IPTV in the U.S. is enjoying a golden age in many ways: AT&T U-verse and Verizon FiOS (News - Alert) have both enjoyed some significant subscriber growth in the past year amidst cord-cutting concerns from cable operators. But next-generation IPTV infrastructure needs to not only enhance an operator’s own video service, but also open it up as a shared or wholesale infrastructure for others. This is not without a host of challenges.

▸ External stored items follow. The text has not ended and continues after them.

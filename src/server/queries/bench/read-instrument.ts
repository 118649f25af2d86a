import { and, asc, desc, eq, sql } from 'drizzle-orm';
import type { InstrumentSpec } from '~/domain/bench/types';
import { instrumentSpecSchema } from '~/schemas/bench-specs';
import type { Reader } from '~/server/db/client';
import { files, instrumentRevisions, instruments } from '~/server/db/schema';

export interface ListedInstrument {
  id: number;
  number: string;
  name: string;
  revision: number;
  /** Of the newest revision; null while it is in use. */
  retiredAt: Date | null;
  spec: InstrumentSpec;
}

/** Every instrument by its newest revision, those in use first. */
export async function listEveryInstrument(reader: Reader): Promise<ListedInstrument[]> {
  const rows = await reader
    .select({
      id: instruments.id,
      number: instruments.number,
      name: instruments.name,
      revision: instrumentRevisions.revision,
      retiredAt: instrumentRevisions.retiredAt,
      spec: instrumentRevisions.spec,
    })
    .from(instruments)
    .innerJoin(instrumentRevisions, eq(instrumentRevisions.instrumentId, instruments.id))
    .where(
      eq(
        instrumentRevisions.revision,
        sql`(select max(newest.revision) from instrument_revisions newest where newest.instrument_id = ${instruments.id})`,
      ),
    )
    .orderBy(sql`${instrumentRevisions.retiredAt} is not null`, asc(instruments.number));
  return rows.map(({ spec, ...row }) => ({ ...row, spec: instrumentSpecSchema.parse(spec) }));
}

/** An instrument with its revisions, newest first; null where there is none of the number. */
export async function getInstrument(reader: Reader, number: string) {
  const [instrument] = await reader
    .select()
    .from(instruments)
    .where(eq(instruments.number, number.toUpperCase()));
  if (instrument === undefined) return null;
  const rows = await reader
    .select({
      revision: instrumentRevisions.revision,
      createdAt: instrumentRevisions.createdAt,
      retiredAt: instrumentRevisions.retiredAt,
      spec: instrumentRevisions.spec,
      fileName: files.name,
    })
    .from(instrumentRevisions)
    .leftJoin(files, eq(files.id, instrumentRevisions.calibrationFileId))
    .where(eq(instrumentRevisions.instrumentId, instrument.id))
    .orderBy(desc(instrumentRevisions.revision));
  const revisions = rows.map(({ spec, ...row }) => ({ ...row, spec: instrumentSpecSchema.parse(spec) }));
  const [newest] = revisions;
  return newest === undefined ? null : { ...instrument, newest, revisions };
}

/** The file of a revision's calibration certificate; null where there is none. */
export async function findCertificateFile(
  reader: Reader,
  instrumentId: number,
  revision: number,
): Promise<number | null> {
  const [row] = await reader
    .select({ fileId: instrumentRevisions.calibrationFileId })
    .from(instrumentRevisions)
    .where(
      and(eq(instrumentRevisions.instrumentId, instrumentId), eq(instrumentRevisions.revision, revision)),
    );
  return row?.fileId ?? null;
}
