/** Where an order stands. A deposit that is paid makes it `paid`; whether a balance is due is asked of its payments. */
export const orderStates = ['awaiting_payment', 'paid', 'cancelled', 'fulfilled'] as const;
export type OrderState = (typeof orderStates)[number];

const NEXT: Record<OrderState, readonly OrderState[]> = {
  awaiting_payment: ['paid', 'cancelled'],
  paid: ['cancelled', 'fulfilled'],
  cancelled: [],
  fulfilled: [],
};

const WORDS: Record<OrderState, string> = {
  awaiting_payment: 'waits for payment',
  paid: 'paid',
  cancelled: 'cancelled',
  fulfilled: 'shipped',
};

/** An order's state in words. */
export function orderStateWords(state: OrderState): string {
  return WORDS[state];
}

type Answer = { ok: true } | { ok: false; reason: string };

function may(state: OrderState, next: OrderState, deed: string): Answer {
  return NEXT[state].includes(next)
    ? { ok: true }
    : { ok: false, reason: `The order ${verb(state)} and cannot be ${deed}.` };
}

/** What may be done with an order in a state. Asked by buttons and services alike. */
export const orderCan = {
  /** Take the first payment, which spawns its units. */
  pay: (state: OrderState): Answer => may(state, 'paid', 'paid for again'),
  /** A payment that arrives for what is still due. */
  payBalance: (state: OrderState): Answer =>
    state === 'paid'
      ? { ok: true }
      : { ok: false, reason: `The order ${verb(state)}; there is no balance to pay.` },
  cancel: (state: OrderState): Answer => may(state, 'cancelled', 'cancelled'),
  /** Mark that every unit and spare has left. */
  fulfil: (state: OrderState): Answer => may(state, 'fulfilled', 'closed as shipped'),
  /** Whether units may be built and sent for it. */
  ship: (state: OrderState): Answer =>
    state === 'paid'
      ? { ok: true }
      : { ok: false, reason: `The order ${verb(state)}; nothing is sent for it.` },
};

function verb(state: OrderState): string {
  return state === 'awaiting_payment' ? 'waits for payment' : `is ${WORDS[state]}`;
}

/** What is still to be paid, in minor units: never below zero. */
export function balanceDueMinor(order: {
  totalMinor: number;
  paidMinor: number;
  refundedMinor: number;
}): number {
  return Math.max(0, order.totalMinor - (order.paidMinor - order.refundedMinor));
}

/** Whether an order of this state still has to be paid for, as far as it is not. */
export function orderOwes(state: OrderState): boolean {
  return orderCan.pay(state).ok || orderCan.payBalance(state).ok;
}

“Clearly, better video services can make a difference even with more limited broadband bandwidth, as is the case with AT&T,” said Cheng Wu, co-founder of Azuki Systems (News - Alert), in a blog. “And more help is on the way with better video compression technologies like High Efficiency Video Coding (HEVC) and enhanced DSL modulation techniques.” 

The battleground for next-generation superiority, however, goes beyond just the managed video services that an operator delivers he said.  Being all-IP based for its video services with more advanced video services and faster service rollout have helped the telcos, but cable operators like Comcast (News - Alert) with its X1 and X2 Platforms are closing the gap.

“Note what Amazon has done: Amazon built its cloud infrastructure for its own e-commerce and then opened it up as a public cloud under the brand name EC2,” he said. “Netflix runs over EC2 as an OTT VOD service provider, while Amazon also pushes for its own premium content delivery service. Now you’ve got the picture?”

Building an IPTV (News - Alert) platform to deliver video services is one thing; extending an IPTV platform into a video-optimized network is another, and it takes a giant leap in technology to enable it, Wu noted. MPEG-DASH, the next generation of video codec, helps by standardizing how video payloads can be transported via standard protocols and servers and how policies may be built on top to manage them as network elements. 

However, Wu cautions, there is more work to be done. “As to how to extend this foundation into the next-generation IPTV services that enable Web speed service delivery with agile infrastructure – while embracing user-generated, premium and Internet content under one common user experience – is another level of challenges altogether,” he said.

For one thing, the underlying infrastructure must be cleanly separated from an operator’s own IPTV platform so that it can function as public audio/video (AV) pipes that can be shared. Second, AV resources must be made adaptive to dynamic demands without manual re-provisioning and resource allocation. Last but not least, normalization of AV streams into the infrastructure is key to making the infrastructure sharable.

IPTV providers take note: you may be on top in growth in a saturated TV market, but plan your capital investment cycles now to stay ahead of the technology curve.